### DATA
import { migrate } from './core/database/migrate';

const ownerUrl = process.env.DATABASE_OWNER_URL;
if (!ownerUrl) {
  process.stderr.write('DATABASE_OWNER_URL is not set: migrating needs the owner of the schema.\n');
  process.exit(1);
}
migrate({ ownerUrl, log: (line) => process.stdout.write(`${line}\n`) }).catch((error: unknown) => {
  process.stderr.write(`${error instanceof Error ? error.stack : String(error)}\n`);
  process.exit(1);
});
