import { type Bearer, type LineKind } from '@lib/contracts';
import { absorbedPostings } from '@lib/domain';
import { type Context, systemContext } from '../../core/context';
import { row, rows, withTenant } from '../../core/database/tenancy';
import { enqueue } from '../../core/jobs/boss';
import { type Job } from '../../core/jobs/work';
import { postDocument } from '../ledger/post';

/**
 * Posts the own cost of what the shop bore of a signed-off ticket. The ticket's id is the document's,
 * so the database holds it to once; a job that runs again finds it done.
 */
export async function absorbTicket(shopId: string, ticketId: string, now: Date): Promise<void> {
  const context = systemContext(shopId, now, 'warranty-absorb');
  await withTenant(context, async () => {
    const bind = { shopId, ticketId };
    const ticket = await row<{ storeId: string; clientId: string; on: string; posted: boolean }>(
      `select store_id as "storeId", client_id as "clientId", signed_off_on as on,
         exists (select 1 from entries e where e.shop_id = t.shop_id
           and e.document_kind = 'absorbed' and e.document_id = t.id) as posted
       from tickets t where shop_id = $shopId and id = $ticketId`,
      bind,
    );
    if (!ticket || ticket.posted) return;
    const lines = await rows<{ kind: LineKind; bearer: Bearer; charged: number; ownCost: number }>(
      `select kind, bearer, charged, cost as "ownCost" from ticket_lines
       where shop_id = $shopId and ticket_id = $ticketId order by position`,
      bind,
    );
    await postDocument(context, {
      kind: 'absorbed',
      id: ticketId,
      clientId: ticket.clientId,
      postedOn: ticket.on,
      postings: absorbedPostings({ storeId: ticket.storeId, lines }),
    });
  });
}

/** Days back in which the sweep looks for a ticket whose job was lost. */
const lookBackDays = 100;

/** For the sweep: tickets of a shop whose own cost no job has posted, though one should have. */
export function sweepAbsorbed(context: Context): Promise<void> {
  return withTenant(context, async () => {
    const unposted = await rows<{ id: string }>(
      `select t.id from tickets t
       where t.shop_id = $shopId and t.own_cost <> 0
         and t.signed_off_on > $now::timestamptz::date - ${lookBackDays}
         and t.signed_off_at < $now::timestamptz - interval '10 minutes'
         and not exists (select 1 from entries e where e.shop_id = t.shop_id
           and e.document_kind = 'absorbed' and e.document_id = t.id)
       order by t.signed_off_on limit 100`,
      { shopId: context.shopId, now: context.now },
    );
    for (const { id } of unposted) {
      await enqueue(
        'warranty-absorb',
        { shopId: context.shopId, ticketId: id },
        { singletonKey: `absorb ${id}` },
      );
    }
  });
}

export const ticketJobs: Job[] = [
  {
    queue: 'warranty-absorb',
    work: (data) => absorbTicket(data.shopId as string, data.ticketId as string, new Date()),
  },
];
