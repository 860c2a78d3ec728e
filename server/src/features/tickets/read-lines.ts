import { type Bearer, type Cause, type JobResult, type MachineKind } from '@lib/contracts';
import { addUp, type Reason } from '@lib/domain';
import { type Context } from '../../core/context';
import { rows } from '../../core/database/tenancy';
import { type AnswerOf } from '../../core/http/route';

type Shown = AnswerOf<'tickets.show'>;
export type ShownTicketJob = Shown['jobs'][number];
type ShownLine = ShownTicketJob['lines'][number];

interface LineRow extends Omit<ShownLine, 'shop'> {
  cost: number;
  reasons: Reason[];
  decision: { by: string; why: string } | null;
}

export async function linesOfTicket(context: Context, ticketId: string): Promise<ShownLine[]> {
  const lines = await rows<LineRow>(
    `select position, job_id as "jobId", line_key as "lineKey", kind, description, unit,
       quantity_milli as "quantityMilli", unit_price as "unitPrice", discount, bearer, list,
       charged, tax_basis_points as "taxBasisPoints", tax, price_reasons as "priceReasons", cost,
       reasons, decision
     from ticket_lines where shop_id = $shopId and ticket_id = $ticketId order by position`,
    { shopId: context.shopId, ticketId },
  );
  return lines.map(({ cost, reasons, decision, ...line }) => ({
    ...line,
    shop: context.clientId === null ? { cost, decision, reasons: reasons.map(shownReason) } : null,
  }));
}

export function shownReason({ code, words, decides }: Reason) {
  return { code, words, decides };
}

/** The jobs of a ticket's visit, each with its lines. */
export async function jobsOfTicket(
  context: Context,
  visitId: string,
  lines: readonly ShownLine[],
): Promise<ShownTicketJob[]> {
  const jobs = await rows<{
    jobId: string;
    position: number;
    machineId: string;
    bay: string;
    kind: MachineKind;
    make: string;
    model: string;
    finding: string;
    cause: Cause | null;
    action: string;
    result: JobResult | null;
  }>(
    `select j.id as "jobId", j.position, m.id as "machineId", m.bay, m.kind, m.make, m.model,
       j.finding, j.cause, j.action, j.result
     from jobs j join machines m on m.shop_id = j.shop_id and m.id = j.machine_id
     where j.shop_id = $shopId and j.visit_id = $visitId order by j.position`,
    { shopId: context.shopId, visitId },
  );
  return jobs.map(({ machineId, bay, kind, make, model, ...job }) => ({
    ...job,
    machine: { id: machineId, bay, kind, make, model },
    lines: lines.filter((line) => line.jobId === job.jobId),
  }));
}

/** List value by who bears it, other than the store. */
export function absorbedOf(lines: readonly { bearer: Bearer; list: number }[]) {
  const of = (bearer: Bearer) =>
    addUp(lines.filter((line) => line.bearer === bearer).map((line) => line.list));
  return {
    shop: of('shop'),
    supplier: of('supplier'),
    contract: of('contract'),
    goodwill: of('goodwill'),
  };
}
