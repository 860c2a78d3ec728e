import { text } from '@lib/contracts';
import { readConfig } from './core/config';
import { createLog } from './core/logging';
import { openServices } from './core/process';
import { addAdmin } from './features/platform/add-admin';

/** `node dist/server/add-admin.cjs ada@example.com "Ada Admin"`, with the web process's environment. */
async function main(): Promise<void> {
  const [address, name] = process.argv.slice(2);
  const email = text.email.safeParse(address);
  if (!email.success || !name) {
    throw new Error('Say who: add-admin.cjs ADDRESS "NAME"');
  }
  const config = readConfig();
  const close = await openServices(config, createLog('warn', 'add-admin'), 'web');
  const outcome = await addAdmin(email.data, name);
  await close();
  process.stdout.write(
    outcome === 'added'
      ? `${email.data} is a platform admin; without a password, a mail to choose one is on its way.\n`
      : `${email.data} was a platform admin already.\n`,
  );
}

main().catch((error: unknown) => {
  process.stderr.write(`${error instanceof Error ? error.message : String(error)}\n`);
  process.exit(1);
});
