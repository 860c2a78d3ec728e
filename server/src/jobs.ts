import { type Job } from './core/jobs/work';
import { platformMailsJobs } from './features/platform-mails/platform-mails.jobs';

/** Everything the worker does, a line a feature. */
export const jobHandlers: Job[] = [...platformMailsJobs];
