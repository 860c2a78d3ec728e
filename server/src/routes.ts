import { type Route } from './core/http/route';
import { clientsRoutes } from './features/clients/clients.router';
import { contactsRoutes } from './features/contacts/contacts.router';
import { liveRoutes } from './features/live/live.router';
import { machinesRoutes } from './features/machines/machines.router';
import { partsRoutes } from './features/parts/parts.router';
import { pricesRoutes } from './features/prices/prices.router';
import { settingsRoutes } from './features/settings/settings.router';
import { storesRoutes } from './features/stores/stores.router';

/** Every route of the API, a line a feature. */
export const routes: Route[] = [
  ...clientsRoutes,
  ...contactsRoutes,
  ...liveRoutes,
  ...machinesRoutes,
  ...partsRoutes,
  ...pricesRoutes,
  ...settingsRoutes,
  ...storesRoutes,
];
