import { handle } from '../../core/http/route';
import { previewTicket } from './preview-ticket';
import { listTickets, showTicket } from './read-tickets';
import { signOff } from './sign-off';

export const ticketsRoutes = [
  handle('tickets.preview', (context, { params }) => previewTicket(context, params.visitId)),
  handle('tickets.signOff', (context, { params, body }) =>
    signOff(context, params.visitId, body.total),
  ),
  handle('tickets.list', (context, { query }) => listTickets(context, query)),
  handle('tickets.show', (context, { params }) => showTicket(context, params.ticketId)),
];
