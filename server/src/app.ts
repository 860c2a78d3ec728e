import { randomUUID } from 'node:crypto';
import { openApiDocument, operations } from '@lib/contracts';
import express, { type Express } from 'express';
import passport from 'passport';
import { pinoHttp } from 'pino-http';
import { authenticate } from './core/auth/authenticate';
import { useAccessTokens } from './core/auth/access-token';
import { type Config } from './core/config';
import { readBody } from './core/http/body';
import { checkRoutes } from './core/http/check-routes';
import { health } from './core/http/health';
import { operationOf, serveMetrics, timeOperation } from './core/http/metrics';
import { problemHandler } from './core/http/problem-handler';
import { limitGuesses, limitRate, securityHeaders } from './core/http/security';
import { serveRoute } from './core/http/serve-route';
import { webFiles } from './core/http/web-files';
import { type Log, plainError } from './core/logging';
import { notFound } from './core/problems/problem';
import { stripeWebhook } from './features/payments/stripe-webhook';
import { routes } from './routes';

/** The web process's Express application: the API, the web files, and what watches over it. */
export function createApp(config: Config, log: Log): Express {
  checkRoutes(routes);
  useAccessTokens(config.sessionSecret);

  const app = express();
  app.disable('x-powered-by');
  app.set('etag', false);
  app.set('query parser', 'simple');
  if (config.trustProxy) app.set('trust proxy', config.trustProxy);

  app.use(health());
  app.use(
    pinoHttp({
      logger: log,
      genReqId: () => randomUUID(),
      // The path may hold ids and mailed tokens: the operation is logged instead of it.
      serializers: {
        req: (req: { id: unknown; method: string }) => ({ id: req.id, method: req.method }),
        res: (res: { statusCode: number }) => ({ status: res.statusCode }),
        err: plainError,
      },
      wrapSerializers: false,
      customProps: (_req, res) => ({ operation: operationOf(res) }),
      customLogLevel: (_req, res, error) => {
        if (error || res.statusCode >= 500) return 'error';
        return operationOf(res) ? 'info' : 'debug';
      },
    }),
  );
  app.use(securityHeaders());
  app.get('/metrics', serveMetrics());
  // Before the rate limit: it comes from few addresses, and its signature is its permission.
  app.post('/api/stripe/webhook', stripeWebhook(config, log));
  app.use('/api', limitRate(config.rateLimit), (_request, response, next) => {
    response.set('Cache-Control', 'no-store');
    next();
  });
  app.use(passport.initialize());

  const document = JSON.stringify(openApiDocument(operations, '1'));
  app.get('/api/openapi.json', (_request, response) => {
    response.type('application/json').send(document);
  });

  const signInLimit = limitGuesses(config.signInRateLimit);
  for (const route of routes) {
    const { operation } = route;
    const method = operation.method.toLowerCase() as 'get' | 'post' | 'put' | 'patch' | 'delete';
    app[method](
      operation.path,
      timeOperation(operation.id),
      ...(operation.permission === 'public' && operation.method === 'POST' && operation.body
        ? [signInLimit]
        : []),
      ...(operation.permission === 'public' ? [] : [authenticate]),
      ...readBody(operation),
      serveRoute(route),
    );
  }

  app.use('/api', (_request, _response, next) => next(notFound()));
  app.use(webFiles(config.webDir));
  app.use((_request, _response, next) => next(notFound()));
  app.use(problemHandler(log));
  return app;
}
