import { ChangeDetectionStrategy, Component, computed, inject, input } from '@angular/core';
import { type Bearer } from '@lib/contracts/web';
import { BearerLabel, currencySign, MoneyText, Reading } from '@lib/ui';
import { type RulingGroup } from './ruling-groups';

/** What it means in figures if the one or the other bears it. */
@Component({
  selector: 'tw-bearer-figures',
  imports: [BearerLabel, MoneyText],
  changeDetection: ChangeDetectionStrategy.OnPush,
  template: `
    <table class="tw-table tw-table-kept">
      <caption>
        Who bears it
      </caption>
      <thead>
        <tr>
          <th scope="col"><span class="tw-unseen">Bearer</span></th>
          <th scope="col" class="num">Charged, {{ sign() }}</th>
          <th scope="col" class="num">Our cost, {{ sign() }}</th>
          @if (claims()) {
            <th scope="col" class="num">Claimed, {{ sign() }}</th>
          }
        </tr>
      </thead>
      <tbody>
        @for (outcome of group().outcomes; track outcome.bearer) {
          <tr [class.chosen]="outcome.bearer === held()">
            <th scope="row">
              <tw-bearer [bearer]="outcome.bearer" />
              @if (outcome.bearer === held()) {
                <span class="tw-unseen">{{ group().decision ? 'decided' : 'proposed' }}</span>
              }
            </th>
            <td class="num">
              <tw-money bare [currency]="currency()" [amount]="outcome.charged" />
            </td>
            <td class="num">
              <tw-money bare [currency]="currency()" [amount]="outcome.ourCost" />
            </td>
            @if (claims()) {
              <td class="num">
                <tw-money bare [currency]="currency()" [amount]="outcome.claimed" />
              </td>
            }
          </tr>
        }
      </tbody>
    </table>
  `,
  styles: `
    :host {
      display: block;
    }
    thead th {
      white-space: normal;
    }
    @media (max-width: 22rem) {
      table {
        font-size: 0.8125rem;
      }
    }
    @media (max-width: 30rem) {
      th,
      td {
        padding-inline: 0.25rem;
      }
    }
  `,
})
export class BearerFigures {
  readonly #reading = inject(Reading);
  readonly group = input.required<RulingGroup>();
  readonly currency = input.required<string>();

  protected readonly held = computed<Bearer>(() => this.group().bearer ?? this.group().proposed);
  protected readonly claims = computed(() =>
    this.group().outcomes.some(({ claimed }) => claimed !== 0),
  );
  protected readonly sign = computed(() => currencySign(this.currency(), this.#reading.locale()));
}
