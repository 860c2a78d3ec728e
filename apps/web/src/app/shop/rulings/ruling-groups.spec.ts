import { type Bearer } from '@lib/contracts/web';
import { otherOutcomes } from '@lib/domain/warranty/outcomes';
import { nextToDecide, progressWords, type RulingGroup, rulingGroups } from './ruling-groups';
import { type RulingJob, type RulingLine } from './rulings-api';

function line(
  lineKey: string,
  list: number,
  cost: number,
  proposed: Bearer,
  reasons: [code: string, words: string, decides: boolean][],
  rest: Partial<RulingLine> = {},
): RulingLine {
  return {
    lineKey,
    list,
    cost,
    bearer: proposed,
    waiting: true,
    decision: null,
    outcomes: otherOutcomes({ list, cost }),
    proposed: {
      bearer: proposed,
      needsConfirmation: rest.waiting ?? true,
      reasons: reasons.map(([code, words, decides]) => ({ code, words, decides })),
    },
    ...rest,
  } as RulingLine;
}

const mistake: [string, string, boolean] = ['marked_own_mistake', 'Imre marked it.', true];
const follows: [string, string, boolean] = ['trip_follows_job', 'The trip goes along.', false];
const wear: [string, string, boolean] = ['nothing_applies', 'The store bears it.', true];

const lock = {
  jobId: 'lock',
  lines: [
    line('lock:labour', 9_000, 4_100, 'shop', [mistake]),
    line('lock:part', 6_100, 4_210, 'shop', [mistake]),
    line('lock:trip', 2_000, 500, 'shop', [mistake, follows]),
    line('lock:fee', 300, 0, 'store', [wear], { waiting: false }),
  ],
} as RulingJob;
const valve = {
  jobId: 'valve',
  lines: [line('valve:labour', 5_000, 2_000, 'store', [wear], { waiting: false })],
} as RulingJob;

describe('rulings put together for a decision', () => {
  const groups = rulingGroups([lock, valve]);
  const [first] = groups as [RulingGroup, ...RulingGroup[]];

  it('joins the lines of a job that rest on the same reason, and no others', () => {
    expect(groups.map(({ key }) => key)).toEqual([
      'lock:labour lock:part lock:trip',
      'lock:fee',
      'valve:labour',
    ]);
  });

  it('joins them whatever the rule says of labour, parts and trip in particular', () => {
    const covers = (what: string): [string, string, boolean][] => [
      ['contract_covers', `The contract covers ${what}.`, true],
    ];
    const lines = [
      line('a', 100, 40, 'contract', covers('labour')),
      line('b', 200, 90, 'contract', covers('parts'), { waiting: false }),
    ];
    const [group, ...others] = rulingGroups([{ ...lock, lines }]);
    expect(others).toEqual([]);
    expect(group?.reasons.map(({ words }) => words)).toEqual([
      'The contract covers labour.',
      'The contract covers parts.',
    ]);
    expect(group?.waiting).toBe(true);
  });

  it('numbers each reason once, in the order it was weighed', () => {
    expect(first.reasons.map(({ words }) => words)).toEqual([
      'Imre marked it.',
      'The trip goes along.',
    ]);
  });

  it('adds the figures of every bearer up, the proposed one first', () => {
    expect(first.outcomes[0]).toEqual({ bearer: 'shop', charged: 0, ourCost: 8_810, claimed: 0 });
    const of = (bearer: Bearer) => first.outcomes.find((outcome) => outcome.bearer === bearer);
    expect(of('store')).toEqual({ bearer: 'store', charged: 17_100, ourCost: 0, claimed: 0 });
    expect(of('goodwill')).toMatchObject({ charged: 0, ourCost: 8_810 });
    expect(of('supplier')).toMatchObject({ charged: 0, ourCost: 0, claimed: 8_810 });
    expect(first.list).toBe(17_100);
  });

  it('leads to what waits, and tells how far the owner is', () => {
    expect(nextToDecide(groups)).toBe(first);
    expect(progressWords(groups, first)).toBe('1 of 1 to decide');
    expect(progressWords(groups, groups[2] as RulingGroup)).toBe('');
  });

  it('shows a decision that holds, and that its lines differ', () => {
    const decision = { step: 'overruled', bearer: 'goodwill', why: 'An old client' };
    const decided = { bearer: 'goodwill', waiting: false, decision } as Partial<RulingLine>;
    const one = rulingGroups([
      { ...lock, lines: [line('a', 100, 40, 'shop', [mistake], decided)] },
    ])[0];
    expect(one).toMatchObject({ bearer: 'goodwill', waiting: false, asks: true, decision });
    const mixed = rulingGroups([
      {
        ...lock,
        lines: [
          line('a', 100, 40, 'shop', [mistake], decided),
          line('b', 100, 40, 'shop', [mistake]),
        ],
      },
    ])[0];
    expect(mixed).toMatchObject({ bearer: null, waiting: true, asks: true });
  });
});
######
■ WHAT IS EXPECTED ■
Please transcribe only the lines in the records above running from the line that has "type Log, plainError" through the line that has "customLogLevel: (_req, res, error)", both included, exactly as they appear.

■ WRITTEN SOLUTION ■
import { type Log, plainError } from './core/logging';
import { notFound } from './core/problems/problem';
import { stripeWebhook } from './features/payments/stripe-webhook';
import { routes } from './routes';

/** The web process's Express application: the API, the web files, and what watches over it. */
export function createApp(config: Config, log: Log): Express {
  checkRoutes(routes);
  useAccessTokens(config.sessionSecret);

  const app = express();
  app.disable('x-powered-by');
  app.set('etag', false);
  app.set('query parser', 'simple');
  if (config.trustProxy) app.set('trust proxy', config.trustProxy);

  app.use(health());
  app.use(
    pinoHttp({
      logger: log,
      genReqId: () => randomUUID(),
      // The path may hold ids and mailed tokens: the operation is logged instead of it.
      serializers: {
        req: (req: { id: unknown; method: string }) => ({ id: req.id, method: req.method }),
        res: (res: { statusCode: number }) => ({ status: res.statusCode }),
        err: plainError,
      },
      wrapSerializers: false,
      customProps: (_req, res) => ({ operation: operationOf(res) }),
      customLogLevel: (_req, res, error) => {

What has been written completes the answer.